I am looking for an easy argument to show that for $x:=(x_1,..., x_n)\in k^n$ and $k$ an algebraically closed field $$\mathfrak m_x:=(T_1-x_1,... , T_n-x_n)\subseteq k[T_1,..., T_n]$$ is a maximal ideal.
Note that I am trying to show this in order to prove Hilbert's Nullstellensatz, so I can't use it in the answer.
On
The map $\varphi\colon k[T_1,\dots,T_n]\to k[T_1,\dots,T_n]$ given by $T_i\mapsto T_i+x_i$ is a ring isomorphism and $\varphi(\mathfrak{m}_x)=\mathfrak{m}_0$, so it's sufficient to see that $\mathfrak{m}_0$ is maximal.
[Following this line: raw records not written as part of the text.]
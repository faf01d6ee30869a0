package mesh

import (
	"math"
	"testing"

	"gonum.org/v1/gonum/spatial/r3"
)

// TestRigidTransforms checks that rigid motions and reflections preserve area
// and |volume| (isometries, common practice), that Mirror keeps the volume
// positive by reversing the vertex order, and that the mesh stays valid.
// Tolerance: relative 1e-12, rounding of ~1e3 rotated vertices.
func TestRigidTransforms(t *testing.T) {
	base, err := SphereLevel(1, 4)
	if err != nil {
		t.Fatal(err)
	}
	base = base.Translate(r3.Vec{X: 0.3, Y: -0.2, Z: 0.1}) // off-centre so transforms matter
	s0 := base.Stats()
	cases := []struct {
		name string
		m    *Mesh
		move func(r3.Vec) r3.Vec // expected image of a vertex
	}{
		{"translate", base.Translate(r3.Vec{X: 1, Y: 2, Z: 3}),
			func(p r3.Vec) r3.Vec { return r3.Add(p, r3.Vec{X: 1, Y: 2, Z: 3}) }},
		// A quarter turn about +z through the origin maps (x,y,z) to (-y,x,z)
		// (right-hand rule).
		{"rotate z 90°", base.Rotate(r3.Vec{Z: 2}, math.Pi/2, r3.Vec{}),
			func(p r3.Vec) r3.Vec { return r3.Vec{X: -p.Y, Y: p.X, Z: p.Z} }},
		// Half turn about the x axis through (0,1,0): (x,y,z) -> (x, 2-y, -z).
		{"rotate x 180° about (0,1,0)", base.Rotate(r3.Vec{X: 1}, math.Pi, r3.Vec{Y: 1}),
			func(p r3.Vec) r3.Vec { return r3.Vec{X: p.X, Y: 2 - p.Y, Z: -p.Z} }},
		{"rotate oblique", base.Rotate(r3.Vec{X: 1, Y: 2, Z: -1}, 0.7, r3.Vec{X: 5}), nil},
		// Reflection through the plane z = 1: (x,y,z) -> (x,y,2-z).
		{"mirror z=1", base.Mirror(r3.Vec{Z: 1}, r3.Vec{Z: -3}),
			func(p r3.Vec) r3.Vec { return r3.Vec{X: p.X, Y: p.Y, Z: 2 - p.Z} }},
		{"mirror oblique", base.Mirror(r3.Vec{X: 1, Y: 1}, r3.Vec{X: 1, Y: 1, Z: 1}), nil},
		{"scale -1", base.Scale(-1), func(p r3.Vec) r3.Vec { return r3.Scale(-1, p) }},
	}
	for _, c := range cases {
		if c.m.Name != base.Name {
			t.Errorf("%s: name %q, want %q", c.name, c.m.Name, base.Name)
		}
		if ps := c.m.Check(); len(ps) != 0 {
			t.Errorf("%s: %v", c.name, ps[0])
		}
		s := c.m.Stats()
		if math.Abs(s.Area-s0.Area) > 1e-12*s0.Area {
			t.Errorf("%s: area %v, want %v", c.name, s.Area, s0.Area)
		}
		if math.Abs(s.Volume-s0.Volume) > 1e-12*s0.Volume {
			t.Errorf("%s: volume %v, want %v (positive)", c.name, s.Volume, s0.Volume)
		}
		if c.move == nil {
			continue
		}
		for i, p := range base.Vertices {
			if d := r3.Norm(r3.Sub(c.m.Vertices[i], c.move(p))); d > 1e-14 {
				t.Fatalf("%s: vertex %d at %v, want %v", c.name, i, c.m.Vertices[i], c.move(p))
			}
		}
	}
	// The original is untouched.
	if s := base.Stats(); s != s0 {
		t.Error("transform modified its receiver")
	}
}

func TestScale(t *testing.T) {
	// Scaling by f multiplies area by f² and volume by f³ (exact to rounding).
	m, _ := SphereLevel(1, 3)
	s0 := m.Stats()
	for _, f := range []float64{2, 0.5, 1e-3, 7} {
		s := m.Scale(f).Stats()
		if math.Abs(s.Area/s0.Area-f*f) > 1e-12*f*f || math.Abs(s.Volume/s0.Volume-f*f*f) > 1e-12*f*f*f {
			t.Errorf("f=%g: area ratio %v, volume ratio %v", f, s.Area/s0.Area, s.Volume/s0.Volume)
		}
	}
}

func TestEquivalentRadius(t *testing.T) {
	// The volume-equivalent radius of a box of volume V is (3V/4π)^(1/3).
	b, _ := Box(r3.Vec{X: 1, Y: 2, Z: 3}, 0.5)
	want := math.Cbrt(3 * 6 / (4 * math.Pi))
	if got := b.EquivalentRadius(); math.Abs(got-want) > 1e-14 {
		t.Errorf("box: %v, want %v", got, want)
	}
	// An inscribed icosphere is smaller than its circumsphere; its
	// equivalent radius approaches R as the mesh is refined.
	prev := 0.0
	for _, n := range []int{1, 2, 4, 8} {
		s, _ := SphereLevel(1, n)
		r := s.EquivalentRadius()
		if r <= prev || r >= 1 {
			t.Errorf("n=%d: equivalent radius %v not increasing towards 1", n, r)
		}
		t.Logf("n=%d (%d triangles): equivalent radius %.5f", n, 20*n*n, r)
		prev = r
	}
}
Consider $\psi\colon k[T_1,\dots,T_n]\to k$ given by $\psi(T_i)=0$. It is clear that $\mathfrak{m}_0\subseteq\ker\psi$ and that $\ker\psi$ is maximal.
Let $f(T_1,\dots,T_n)\in\ker\psi$. Then the constant term in $f$ is $0$, so $f\in\mathfrak{m}_0$.
It's the kernel of the evaluation map $k[T_1,\dots,T_n]\to k$, defined by $P\mapsto P(x_1,\dots,x_n)$. The image of this map is $k$ which is a field, so the kernel is maximal ideal.
Note that this has nothing to do with $k$ being algebraically closed. What the Nullstellensatz says is that all maximal ideals are of this form if $k$ is algebraically closed.